**Task goal:**
Once you find the line with "const thread = threadFor(size);" in the entries below, return exactly every line from it through the line with "const mass = volume * 1e-9 * STEEL_DENSITY;".

== Data extract ==

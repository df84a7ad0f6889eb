/** Grid and nudge steps for the two display units, in mm (25.4 mm per inch exactly). */
import { MM_PER_INCH, type LengthUnit } from '@/domain/units';

/** Minor and major grid lines: 10 / 100 mm, or 1 in / 12 in. */
export function gridStepsFor(units: LengthUnit): { minor: number; major: number } {
  return units === 'in' ? { minor: MM_PER_INCH, major: 12 * MM_PER_INCH } : { minor: 10, major: 100 };
}

/** The smallest move a drag or the draw tool makes: 1 mm, or 1/16 in. */
export function unitIncrement(units: LengthUnit): number {
  return units === 'in' ? MM_PER_INCH / 16 : 1;
}

/** Rounds a length in mm to a whole number of `step` mm. */
export function roundToStep(mm: number, step: number): number {
  if (!(step > 0)) return mm;
  return Math.round(mm / step) * step + 0;
}
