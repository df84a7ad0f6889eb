/**
 * Cap screws in each system's sizes and common lengths, three heads each. Hex keys come from
 * the screw standards through hexKeyFor. Masses are estimates (steel, shank plus head);
 * prices are demo prices, invented.
 */
import { hexKeyFor, threadFor, type ScrewHead, type ScrewSize } from './fastenerStandards';
import type { Fastener } from './types';

const INCH = 25.4;

/** Common lengths per size (common practice, no source); inch sizes in inches. */
export const FASTENER_LENGTHS: Partial<Record<ScrewSize, number[]>> = {
  '1/4': [0.5, 0.625, 0.75, 1, 1.25, 1.5].map((l) => l * INCH),
  '5/16': [0.625, 0.75, 1, 1.25, 1.5, 2.25].map((l) => l * INCH),
  M5: [8, 10, 12, 16, 20, 25, 30],
  M6: [10, 12, 16, 20, 25, 30, 45],
  M8: [12, 16, 20, 25, 30, 35, 40, 60],
  M10: [16, 20, 25, 30, 35, 65],
};

const HEADS: ScrewHead[] = ['socket', 'button', 'flat'];
const HEAD_NAMES: Record<ScrewHead, string> = {
  socket: 'Socket head cap screw',
  button: 'Button head cap screw',
  flat: 'Flat head countersunk screw',
};
const HEAD_CODES: Record<ScrewHead, string> = { socket: 'SHC', button: 'BHC', flat: 'FHC' };
/** Head mass as a share of a cylinder 1.5 d across and d high (our estimate). */
const HEAD_MASS_SHARE: Record<ScrewHead, number> = { socket: 1, button: 0.6, flat: 0.45 };
const STEEL_DENSITY = 7850; // kg/m³, common value

export function sizeSlug(size: ScrewSize): string {
  return size.replace('/', '_').replace('#', 'no');
}

function isInch(size: ScrewSize): boolean {
  return !size.startsWith('M');
}

export function lengthLabel(size: ScrewSize, lengthMm: number): string {
  if (!isInch(size)) return `${lengthMm}`;
  const inches = lengthMm / INCH;
  return `${Math.round(inches * 1000) / 1000}in`;
}

export function fastenerId(head: ScrewHead, size: ScrewSize, lengthMm: number): string {
  return `fst-${head}-${sizeSlug(size)}-${lengthLabel(size, lengthMm)}`;
}

/** One fastener record (id, code, mass, demo price, hex key by standard). */
export function makeFastener(head: ScrewHead, size: ScrewSize, length: number): Fastener {
  const thread = threadFor(size);
  const d = thread.nominalDiameterMm;
  const volume = (Math.PI / 4) * d * d * length + HEAD_MASS_SHARE[head] * (Math.PI / 4) * (1.5 * d) ** 2 * d;
  const mass = volume * 1e-9 * STEEL_DENSITY;
  const lengthText = isInch(size) ? `${Math.round((length / INCH) * 1000) / 1000} in` : `${length} mm`;
  return {
    id: fastenerId(head, size, length),
    partCode: `SW-FST-${HEAD_CODES[head]}-${sizeSlug(size).toUpperCase()}-${lengthLabel(size, length).toUpperCase()}`,
    head,
    size,
    length: Math.round(length * 1000) / 1000,
    thread: thread.designation,
    name: `${HEAD_NAMES[head]} ${thread.designation} x ${lengthText}`,
    hexKey: hexKeyFor(head, size),
    unitMass: Math.round(mass * 10000) / 10000,
    price: Math.round((0.06 + 0.0009 * d * length) * 100) / 100,
  };
}

export function buildFasteners(): Fastener[] {
  const out: Fastener[] = [];
  for (const [size, lengths] of Object.entries(FASTENER_LENGTHS) as [ScrewSize, number[]][]) {
    for (const head of HEADS) for (const length of lengths) out.push(makeFastener(head, size, length));
  }
  return out;
}
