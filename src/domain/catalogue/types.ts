/**
 * Catalogue types: profile systems, variants with their drawn cross-sections, connectors,
 * fasteners, T-nuts, panel materials, accessories and demo prices.
 *
 * Units: lengths mm, areas mm², second moments mm⁴, masses kg, mass per metre kg/m,
 * prices in the price list's currency (demo prices, invented).
 * Part codes ("SW-...") are Slotwise's own invented scheme.
 */
import type { ScrewHead, ScrewSize } from './fastenerStandards';
import type { Alloy, PanelMaterialSpec } from './materials';
import type { SectionProperties, Point2 } from '../structure/sectionProperties';
import type { AccessoryKind, JointKind, MachiningKind } from './partKinds';

export type { ScrewHead, ScrewSize } from './fastenerStandards';

/** The one list of profile system ids (the API contract's `systemIdSchema` is built from it). */
export const SYSTEM_IDS = ['inch-1.0', 'inch-1.5', 'metric-20', 'metric-30', 'metric-40', 'metric-45'] as const;
export type SystemId = (typeof SYSTEM_IDS)[number];

export type UnitFamily = 'inch' | 'metric';
export type TNutKind = 'drop-in' | 'slide-in';
export type AlloyId = Alloy['id'];

/** A T-nut that fits one system's slot. */
export interface TNutPart {
  id: string;
  partCode: string;
  systemId: SystemId;
  kind: TNutKind;
  name: string;
  /** Thread of the nut: the system's fastener size. */
  screwSize: ScrewSize;
  /** kg per piece. */
  unitMass: number;
  /** Demo price per piece, invented. */
  price: number;
}

/** A profile system: outer size, slot, fastener size and the T-nuts that fit. */
export interface ProfileSystem {
  id: SystemId;
  name: string;
  unitFamily: UnitFamily;
  /** Outer size of the square cell, mm. */
  outerSize: number;
  /** Slot opening width at the face, mm (common practice, approximate, no single source). */
  slotOpening: number;
  /** Thickness of the lips either side of the slot opening, mm (our own drawing). */
  slotLipThickness: number;
  /** Width of the undercut T-chamber behind the lips, mm (our own drawing). */
  slotChamberWidth: number;
  /** Depth of the slot from the face to the chamber floor, mm (common practice, approximate). */
  slotDepth: number;
  /** How far a captured panel reaches into the slot, per edge, mm (common practice, no source). */
  slotEngagement: number;
  /** Centre bore diameter, mm: the tap drill for `endTapSize` (common practice). */
  centreBoreDiameter: number;
  /** Thread tapped into the centre bore for end screws, feet and casters. */
  endTapSize: ScrewSize;
  /** The system's fastener size (T-nut thread). */
  screwSize: ScrewSize;
  /** T-nuts that fit this system's slot (ids into `catalogue.tNuts`). */
  tNutIds: string[];
  alloyId: AlloyId;
  /** Demo stock bar length, mm (demo value, invented). */
  demoStockLength: number;
  /** The square variant of this system. */
  defaultVariantId: string;
  /** Connector a generator uses for ordinary corners and T joints. */
  defaultConnectorId: string;
  /** Where the system's figures come from. */
  source: string;
}

/** A cross-section in mm centred on the origin, local x = width, local y = height. */
export interface CrossSection {
  outline: Point2[];
  holes: Point2[][];
}

/** Supplier's published figures that replace the computed ones (any subset). */
export interface SectionOverrides {
  area?: number;
  ix?: number;
  iy?: number;
  sx?: number;
  sy?: number;
  /** kg/m */
  massPerMetre?: number;
  /** Where the figures come from, e.g. a supplier's data sheet. Required so the screen can say so. */
  source: string;
}

/** One orderable extrusion: a system and a cross-section (square or multi-cell). */
export interface ProfileVariant {
  id: string;
  partCode: string;
  systemId: SystemId;
  name: string;
  /** Section size along local x, mm. */
  width: number;
  /** Section size along local y, mm (80 for the 40 x 80 variant). */
  height: number;
  /** Cells along local y: 1 for square variants, 2 for double-width. */
  cells: 1 | 2;
  crossSection: CrossSection;
  /** Properties computed from `crossSection` by polygonSectionProperties. */
  computedSectionProperties: SectionProperties;
  /** Properties in use: computed, with any overrides applied. */
  sectionProperties: SectionProperties;
  /** kg/m in use: area x alloy density unless overridden. */
  massPerMetre: number;
  overrides?: SectionOverrides;
  /** 'computed' or the overrides' source. */
  propertiesSource: string;
}

/** Machining a connector needs on the joined profile end (joint.members[0]). */
export interface ConnectorMachining {
  kind: MachiningKind;
  /** Distance from the joined end to the hole centre, mm (0 for an end tap). */
  offsetFromEnd: number;
  /** Hole diameter, or tap drill diameter for an end tap, mm. */
  diameter: number;
  /** For end taps: the thread. */
  tapSize?: ScrewSize;
  /**
   * 'joined' = on members[0] (the profile whose end is joined);
   * 'met' = on members[1] (the profile it meets), at the joint position;
   * 'each-end' = on every member that meets the joint with an end (corner cubes).
   */
  on: 'joined' | 'met' | 'each-end';
}

/** Screws a connector uses, per connector; the head follows joint.fastenerHead. */
export interface ConnectorFastenerUse {
  /** Default fastener id (button head); see `fastenerForHead` for another head. */
  fastenerId: string;
  quantity: number;
}

export interface Connector {
  id: string;
  partCode: string;
  kind: JointKind;
  name: string;
  systemIds: SystemId[];
  /** kg per connector (without screws or T-nuts). */
  unitMass: number;
  /** Demo price per connector, invented. */
  price: number;
  fasteners: ConnectorFastenerUse[];
  /** T-nuts per connector (kind follows joint.tNut). */
  tNutCount: number;
  machining: ConnectorMachining[];
  /** Slot length the connector occupies from the corner, mm: a captured panel needs a notch this long. */
  occupiedSlotLength: number;
  /** Concealed connectors: access counterbore for the hex key. */
  accessCounterbore?: { diameter: number; distanceFromEnd: number };
  /** End screws: the tapped end and the access hole in the met profile. */
  endScrew?: { tapSize: ScrewSize; tapDrillDiameter: number; accessHoleDiameter: number };
  /** Gusset plates: plate size, mm. */
  plate?: { width: number; height: number; thickness: number };
}

export interface Fastener {
  id: string;
  partCode: string;
  head: ScrewHead;
  size: ScrewSize;
  /** Under-head length (overall for flat head), mm. */
  length: number;
  /** Thread designation, e.g. '1/4-20' or 'M8 x 1.25'. */
  thread: string;
  name: string;
  /** From hexKeyFor(head, size). */
  hexKey: { label: string; mm: number; standard: string };
  /** kg per piece (estimate). */
  unitMass: number;
  /** Demo price per piece, invented. */
  price: number;
}

export interface PanelMaterial extends PanelMaterialSpec {
  /** Demo prices per m² by thickness, invented. */
  pricesPerSquareMetre: { thickness: number; price: number }[];
}

export interface AccessoryPart {
  id: string;
  partCode: string;
  kind: AccessoryKind;
  name: string;
  systemIds: SystemId[];
  /** 'each' or 'metre' (gasket, slot cover, door track are sold by the metre). */
  soldBy: 'each' | 'metre';
  /** kg per piece, or per metre when sold by the metre. */
  unitMass: number;
  /** Demo price per piece or per metre, invented. */
  price: number;
  /** Feet and casters thread into the tapped profile end. */
  threadSize?: ScrewSize;
  /** Screws used to mount it (per piece). */
  fasteners?: ConnectorFastenerUse[];
  /** T-nuts used to mount it (per piece). */
  tNutCount?: number;
  /** Demo rating, N per piece (casters, feet), invented: always defer to the supplier. */
  demoLoadRating?: number;
}

export interface PriceList {
  currency: string;
  /** Always shown with prices. */
  note: string;
  /** Price per metre of profile, by variant id. */
  profilePerMetre: Record<string, number>;
  /** Price per saw cut. */
  perCut: number;
  /** Price per machining operation, by kind. */
  perMachining: Record<MachiningKind, number>;
}

export interface Catalogue {
  systems: ProfileSystem[];
  variants: ProfileVariant[];
  connectors: Connector[];
  fasteners: Fastener[];
  tNuts: TNutPart[];
  panelMaterials: PanelMaterial[];
  accessories: AccessoryPart[];
  alloys: Alloy[];
  prices: PriceList;
}
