/** Ray geometry on plain tuples (mm), so snapping stays testable without three.js. */
import { addScaled, dot, sub, type ReadonlyVec3, type Vec3 } from '@/domain/geometry';

/** A pointer ray in world space; `direction` need not be normalised. */
export interface Ray {
  origin: ReadonlyVec3;
  direction: ReadonlyVec3;
}

/** Closest approach between a ray and a point: the point on the ray, its parameter and the gap (mm). */
export function rayPointApproach(ray: Ray, point: ReadonlyVec3): { t: number; distance: number } {
  const d = unit(ray.direction);
  const t = Math.max(0, dot(sub(point, ray.origin), d));
  const onRay = addScaled(ray.origin, d, t);
  return { t, distance: Math.hypot(point[0] - onRay[0], point[1] - onRay[1], point[2] - onRay[2]) };
}

/**
 * Closest approach between a ray and the segment a→b: `s` in [0, 1] along the segment,
 * `t` along the (normalised) ray, and the gap between the two closest points, mm.
 */
export function raySegmentApproach(ray: Ray, a: ReadonlyVec3, b: ReadonlyVec3): { s: number; t: number; distance: number; point: Vec3 } {
  const d1 = unit(ray.direction);
  const d2 = sub(b, a);
  const r = sub(ray.origin, a);
  const segLenSq = dot(d2, d2);
  const bDot = dot(d1, d2);
  const c = dot(d1, r);
  const f = dot(d2, r);
  const denom = segLenSq - bDot * bDot; // |d1|² = 1
  // Closest points of the two infinite lines, then clamp to the segment and to the ray's start.
  let s = segLenSq === 0 ? 0 : clamp(denom > 1e-9 ? (f - bDot * c) / denom : f / segLenSq, 0, 1);
  let t = Math.max(0, dot(sub(addScaled(a, d2, s), ray.origin), d1));
  if (segLenSq > 0) s = clamp(dot(sub(addScaled(ray.origin, d1, t), a), d2) / segLenSq, 0, 1);
  const point = addScaled(a, d2, s);
  t = Math.max(0, dot(sub(point, ray.origin), d1));
  const onRay = addScaled(ray.origin, d1, t);
  return { s, t, distance: Math.hypot(point[0] - onRay[0], point[1] - onRay[1], point[2] - onRay[2]), point };
}

/** Where the ray meets the plane `axisIndex` = `value` (e.g. y = 0), or null when parallel or behind. */
export function rayAxisPlane(ray: Ray, axisIndex: 0 | 1 | 2, value: number): Vec3 | null {
  const dn = ray.direction[axisIndex];
  if (Math.abs(dn) < 1e-12) return null;
  const t = (value - ray.origin[axisIndex]) / dn;
  if (t < 0) return null;
  const p = addScaled(ray.origin, ray.direction, t);
  p[axisIndex] = value;
  return p;
}

/** Closest approach between a ray and the infinite line through `point` along `axis` (unit). */
export function rayLineApproach(ray: Ray, point: ReadonlyVec3, axis: ReadonlyVec3): { along: number; distance: number } {
  const d1 = unit(ray.direction);
  const r = sub(ray.origin, point);
  const b = dot(d1, axis);
  const c = dot(d1, r);
  const f = dot(axis, r);
  const denom = 1 - b * b;
  if (denom < 1e-9) {
    // Looking straight down the line: it only passes through the pointer at the point itself.
    return { along: 0, distance: rayPointApproach(ray, point).distance };
  }
  const t = Math.max(0, (b * f - c) / denom);
  const onRay = addScaled(ray.origin, d1, t);
  const along = dot(sub(onRay, point), axis);
  const onLine = addScaled(point, axis, along);
  return { along, distance: Math.hypot(onLine[0] - onRay[0], onLine[1] - onRay[1], onLine[2] - onRay[2]) };
}

function unit(v: ReadonlyVec3): Vec3 {
  const l = Math.hypot(v[0], v[1], v[2]);
  return l === 0 ? [0, 0, -1] : [v[0] / l, v[1] / l, v[2] / l];
}

function clamp(x: number, lo: number, hi: number): number {
  return x < lo ? lo : x > hi ? hi : x;
}
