std::string Chart::draw(const LineGroup& g, const Frame& f) {
  std::string out = fmt::format(R"~(<g fill="none"{} stroke-linejoin="round" clip-path="url(#{})">)~" "\n",
                                stroke_attributes(g.stroke), xml_escape(f.clip));
  for (const auto& y : g.ys) {
    const std::string d = path_data(g.x, y, f.xa, f.ya);
    if (!d.empty()) out += fmt::format(R"(<path d="{}"/>)" "\n", d);
  }
  return out + "</g>\n";
}

std::string Chart::draw(const Band& b, const Frame& f) {
  const double x0 = std::clamp(f.x_px(b.x0), f.left, f.right), x1 = std::clamp(f.x_px(b.x1), f.left, f.right);
  const double y0 = std::clamp(f.y_px(b.y0), f.top, f.bottom), y1 = std::clamp(f.y_px(b.y1), f.top, f.bottom);
  if (!std::isfinite(x0 + x1 + y0 + y1)) return {};
  return fmt::format(R"(<rect x="{}" y="{}" width="{}" height="{}" fill="{}" fill-opacity="{}"/>)" "\n",
                     px(std::min(x0, x1)), px(std::min(y0, y1)), px(std::fabs(x1 - x0)), px(std::fabs(y1 - y0)),
                     b.colour, format_number(b.opacity, 3));
}

std::string Chart::draw(const Segment& s, const Frame& f) {
  const double x0 = f.x_px(s.x0), y0 = f.y_px(s.y0), x1 = f.x_px(s.x1), y1 = f.y_px(s.y1);
  if (!std::isfinite(x0 + y0 + x1 + y1)) return {};
  std::string d = fmt::format("M{} {}L{} {}", px(x0), px(y0), px(x1), px(y1));
  if (s.caps) {
    // Bars of 8 px across the segment's direction at both ends.
    const double len = std::hypot(x1 - x0, y1 - y0);
    const double nx = len > 0 ? -(y1 - y0) / len * 4.0 : 0.0, ny = len > 0 ? (x1 - x0) / len * 4.0 : 4.0;
    d += fmt::format("M{} {}L{} {}M{} {}L{} {}", px(x0 - nx), px(y0 - ny), px(x0 + nx), px(y0 + ny),
                     px(x1 - nx), px(y1 - ny), px(x1 + nx), px(y1 + ny));
  }
  return fmt::format(R"(<path d="{}" fill="none"{} stroke-linecap="round"/>)" "\n", d, stroke_attributes(s.stroke));
}

std::string Chart::draw(const Marker& m, const Frame& f) {
  const double x = f.xa.pixel(m.x), y = f.ya.pixel(m.y);
  if (!std::isfinite(x) || !std::isfinite(y)) return {};
  return marker_element(x, y, m.shape, m.colour, m.size, m.name);
}

std::string Chart::draw(const Text& t, const Frame& f) {
  const double x = t.fraction ? f.left + t.x * (f.right - f.left) : f.x_px(t.x);
  const double y = t.fraction ? f.bottom - t.y * (f.bottom - f.top) : f.y_px(t.y);
  if (!std::isfinite(x) || !std::isfinite(y)) return {};
  return text_element(x, y, t.content, kept_inside(x, t.content, t.style, f.left, f.right));
}

// The legend's rows above the plot area: a stroke sample or a marker, then the label.
std::string Chart::render_legend(const std::vector<PlacedEntry>& placed) const {
  if (placed.empty()) return {};
  std::string out = "<g class=\"legend\">\n";
  for (const auto& p : placed) {
    const auto& e = *p.entry;
    if (e.is_line) {
      Stroke s = e.stroke;
      s.width = std::max(s.width, 2.0);
      s.opacity = std::max(s.opacity, 0.8);
      out += fmt::format(R"(<path d="M{} {}h22" fill="none"{}/>)" "\n", px(p.x), px(p.y), stroke_attributes(s));
    } else {
      out += marker_element(p.x + 11.0, p.y, e.shape, e.stroke.colour, 5.0, "");
    }
    out += text_element(p.x + 28.0, p.y + 4.0, e.label, {TextStyle::Anchor::start, kFont, std::string(theme::ink), false, false});
  }
  return out + "</g>\n";
}

}  // namespace peakplan::svg
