def test_equals_filterpy_kalman_filter_without_adaptation():
    rng = np.random.default_rng(11)
    n = 600
    t = np.cumsum(rng.uniform(0.5e-3, 3e-3, n))  # irregular intervals, s
    H = np.column_stack([rng.normal(0, 2.0, n), rng.normal(0, 0.3, n), rng.normal(0, 0.05, n),
                         np.ones(n)])
    theta_true = np.array([2.5, 15.0, 300.0, 4.0])
    f = H @ theta_true + rng.normal(0, 0.7, n)
    mean0 = [1.0, 5.0, 100.0, 0.0]
    std0 = [3.0, 20.0, 400.0, 10.0]
    q = np.array([0.2, 1.0, 20.0, 0.5])
    r_std = 0.8
    flt = EnvironmentFilter(Settings({**PLAIN, "filter.initial_mean": mean0,
                                      "filter.initial_std": std0, "filter.process_std": list(q),
                                      "filter.measurement_std": r_std}))
    # Reference: filterpy.kalman.KalmanFilter (R. Labbe, filterpy 2.0), F = I, Q = diag(q^2) dt.
    kf = KalmanFilter(dim_x=4, dim_z=1)
    kf.x = np.array(mean0, dtype=float).reshape(4, 1)
    kf.P = np.diag(np.square(std0))
    kf.F = np.eye(4)
    kf.R = np.array([[r_std ** 2]])
    t_prev = None
    for k in range(n):
        dt = 0.0 if t_prev is None else t[k] - t_prev
        t_prev = t[k]
        kf.Q = np.diag(q ** 2) * dt
        kf.predict()
        kf.update(np.array([[f[k]]]), H=H[k].reshape(1, 4))
        step = flt.update(t[k], H[k], f[k])
        # filterpy is the reference; 1e-10 relative to the scale of each quantity.
        np.testing.assert_allclose(step.theta, kf.x.ravel(), rtol=1e-10, atol=1e-10)
        np.testing.assert_allclose(flt.covariance, kf.P, rtol=1e-10,
                                   atol=1e-10 * np.abs(kf.P).max())
        np.testing.assert_allclose(step.innovation_var, kf.S[0, 0], rtol=1e-10)
        np.testing.assert_allclose(step.innovation, kf.y[0, 0], rtol=1e-10, atol=1e-10)
        assert step.change == ""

===

**Result of this task:**
  const thread = threadFor(size);
  const d = thread.nominalDiameterMm;
  const volume = (Math.PI / 4) * d * d * length + HEAD_MASS_SHARE[head] * (Math.PI / 4) * (1.5 * d) ** 2 * d;
  const mass = volume * 1e-9 * STEEL_DENSITY;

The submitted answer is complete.